*** Opening of DATA UNDER STUDY ***

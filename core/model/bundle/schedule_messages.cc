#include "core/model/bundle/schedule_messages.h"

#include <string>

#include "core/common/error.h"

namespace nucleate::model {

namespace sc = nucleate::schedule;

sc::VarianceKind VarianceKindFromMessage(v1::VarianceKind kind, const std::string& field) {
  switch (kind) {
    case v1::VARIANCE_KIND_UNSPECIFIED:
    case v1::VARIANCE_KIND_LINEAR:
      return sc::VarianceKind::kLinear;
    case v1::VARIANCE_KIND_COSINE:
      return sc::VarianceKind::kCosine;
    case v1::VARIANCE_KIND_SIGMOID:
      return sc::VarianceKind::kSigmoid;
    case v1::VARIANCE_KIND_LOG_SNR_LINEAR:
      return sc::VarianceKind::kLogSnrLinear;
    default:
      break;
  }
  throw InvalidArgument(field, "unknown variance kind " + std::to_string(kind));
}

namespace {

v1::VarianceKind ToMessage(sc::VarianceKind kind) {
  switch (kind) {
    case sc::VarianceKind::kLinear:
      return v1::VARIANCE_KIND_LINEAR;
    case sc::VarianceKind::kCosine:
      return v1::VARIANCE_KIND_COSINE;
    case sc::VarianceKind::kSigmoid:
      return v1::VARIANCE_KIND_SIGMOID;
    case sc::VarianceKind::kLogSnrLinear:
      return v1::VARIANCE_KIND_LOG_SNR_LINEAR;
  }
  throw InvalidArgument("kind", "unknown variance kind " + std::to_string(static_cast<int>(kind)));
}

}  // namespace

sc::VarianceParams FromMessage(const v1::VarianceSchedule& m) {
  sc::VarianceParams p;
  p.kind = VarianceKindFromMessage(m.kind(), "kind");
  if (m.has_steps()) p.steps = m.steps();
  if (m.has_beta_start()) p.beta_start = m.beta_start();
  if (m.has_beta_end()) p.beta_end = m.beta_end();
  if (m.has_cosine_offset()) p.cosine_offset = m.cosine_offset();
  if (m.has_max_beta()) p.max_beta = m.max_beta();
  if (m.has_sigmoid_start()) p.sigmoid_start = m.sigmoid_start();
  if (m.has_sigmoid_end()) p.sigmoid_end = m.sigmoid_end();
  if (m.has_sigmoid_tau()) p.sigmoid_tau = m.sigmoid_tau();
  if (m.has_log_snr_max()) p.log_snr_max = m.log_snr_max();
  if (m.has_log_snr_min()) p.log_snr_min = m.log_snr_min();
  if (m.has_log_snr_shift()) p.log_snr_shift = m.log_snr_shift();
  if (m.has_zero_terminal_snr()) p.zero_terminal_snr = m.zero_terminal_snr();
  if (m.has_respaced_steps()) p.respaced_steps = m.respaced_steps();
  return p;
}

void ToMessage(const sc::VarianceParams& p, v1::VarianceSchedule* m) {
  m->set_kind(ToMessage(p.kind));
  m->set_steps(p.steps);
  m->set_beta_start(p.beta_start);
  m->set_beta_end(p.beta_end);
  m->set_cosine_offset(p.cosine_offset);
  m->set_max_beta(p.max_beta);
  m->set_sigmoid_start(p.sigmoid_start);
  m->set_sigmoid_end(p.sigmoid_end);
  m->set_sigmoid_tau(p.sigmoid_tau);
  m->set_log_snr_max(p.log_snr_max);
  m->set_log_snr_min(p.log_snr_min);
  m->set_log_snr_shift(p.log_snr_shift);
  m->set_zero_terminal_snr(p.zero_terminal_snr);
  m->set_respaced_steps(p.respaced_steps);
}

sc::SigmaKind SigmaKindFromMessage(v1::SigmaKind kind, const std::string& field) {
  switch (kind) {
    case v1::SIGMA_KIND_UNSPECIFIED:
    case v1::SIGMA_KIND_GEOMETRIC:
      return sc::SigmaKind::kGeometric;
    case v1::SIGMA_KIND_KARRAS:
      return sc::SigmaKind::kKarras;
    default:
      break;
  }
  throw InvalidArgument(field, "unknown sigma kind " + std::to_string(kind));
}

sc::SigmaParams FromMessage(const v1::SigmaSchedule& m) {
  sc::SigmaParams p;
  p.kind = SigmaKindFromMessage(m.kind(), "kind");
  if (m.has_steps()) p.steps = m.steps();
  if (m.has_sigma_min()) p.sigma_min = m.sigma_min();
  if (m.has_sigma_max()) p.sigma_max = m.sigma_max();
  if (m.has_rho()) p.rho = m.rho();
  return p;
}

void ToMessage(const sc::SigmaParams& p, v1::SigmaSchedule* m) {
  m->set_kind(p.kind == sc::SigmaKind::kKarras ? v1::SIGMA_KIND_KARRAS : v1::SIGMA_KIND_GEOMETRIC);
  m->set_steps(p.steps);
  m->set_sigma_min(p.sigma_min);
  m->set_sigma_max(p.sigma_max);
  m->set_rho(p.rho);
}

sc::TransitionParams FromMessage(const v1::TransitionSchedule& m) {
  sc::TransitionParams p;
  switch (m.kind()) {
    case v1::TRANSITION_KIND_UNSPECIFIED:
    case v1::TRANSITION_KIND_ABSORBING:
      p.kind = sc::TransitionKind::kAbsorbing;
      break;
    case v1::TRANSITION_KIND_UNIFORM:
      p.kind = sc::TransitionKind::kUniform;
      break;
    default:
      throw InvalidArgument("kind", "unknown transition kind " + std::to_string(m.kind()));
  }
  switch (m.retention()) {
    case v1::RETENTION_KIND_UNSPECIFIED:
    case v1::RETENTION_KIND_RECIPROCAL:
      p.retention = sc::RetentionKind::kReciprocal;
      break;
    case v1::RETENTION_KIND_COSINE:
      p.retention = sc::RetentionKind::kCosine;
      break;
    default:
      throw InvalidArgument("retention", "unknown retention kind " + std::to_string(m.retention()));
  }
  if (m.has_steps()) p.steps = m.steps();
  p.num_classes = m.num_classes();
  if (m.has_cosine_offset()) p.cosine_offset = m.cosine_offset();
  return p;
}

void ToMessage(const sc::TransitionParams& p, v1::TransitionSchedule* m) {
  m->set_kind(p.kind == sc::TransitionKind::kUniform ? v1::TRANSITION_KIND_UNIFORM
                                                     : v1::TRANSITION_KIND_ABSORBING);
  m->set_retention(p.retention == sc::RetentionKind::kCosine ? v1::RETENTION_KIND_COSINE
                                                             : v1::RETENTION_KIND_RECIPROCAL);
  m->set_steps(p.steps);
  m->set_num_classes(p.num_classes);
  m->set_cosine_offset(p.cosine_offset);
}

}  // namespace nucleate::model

*** Close of DATA UNDER STUDY ***

ABOUT THIS EXERCISE — From the records above, transcribe exactly the run of lines that opens with the line holding "if (m.has_sigmoid_end()) p.sigmoid_end" and closes with the line holding "if (m.has_log_snr_min()) p.log_snr_min", both included.

SOLVED EXERCISE —
  if (m.has_sigmoid_end()) p.sigmoid_end = m.sigmoid_end();
  if (m.has_sigmoid_tau()) p.sigmoid_tau = m.sigmoid_tau();
  if (m.has_log_snr_max()) p.log_snr_max = m.log_snr_max();
  if (m.has_log_snr_min()) p.log_snr_min = m.log_snr_min();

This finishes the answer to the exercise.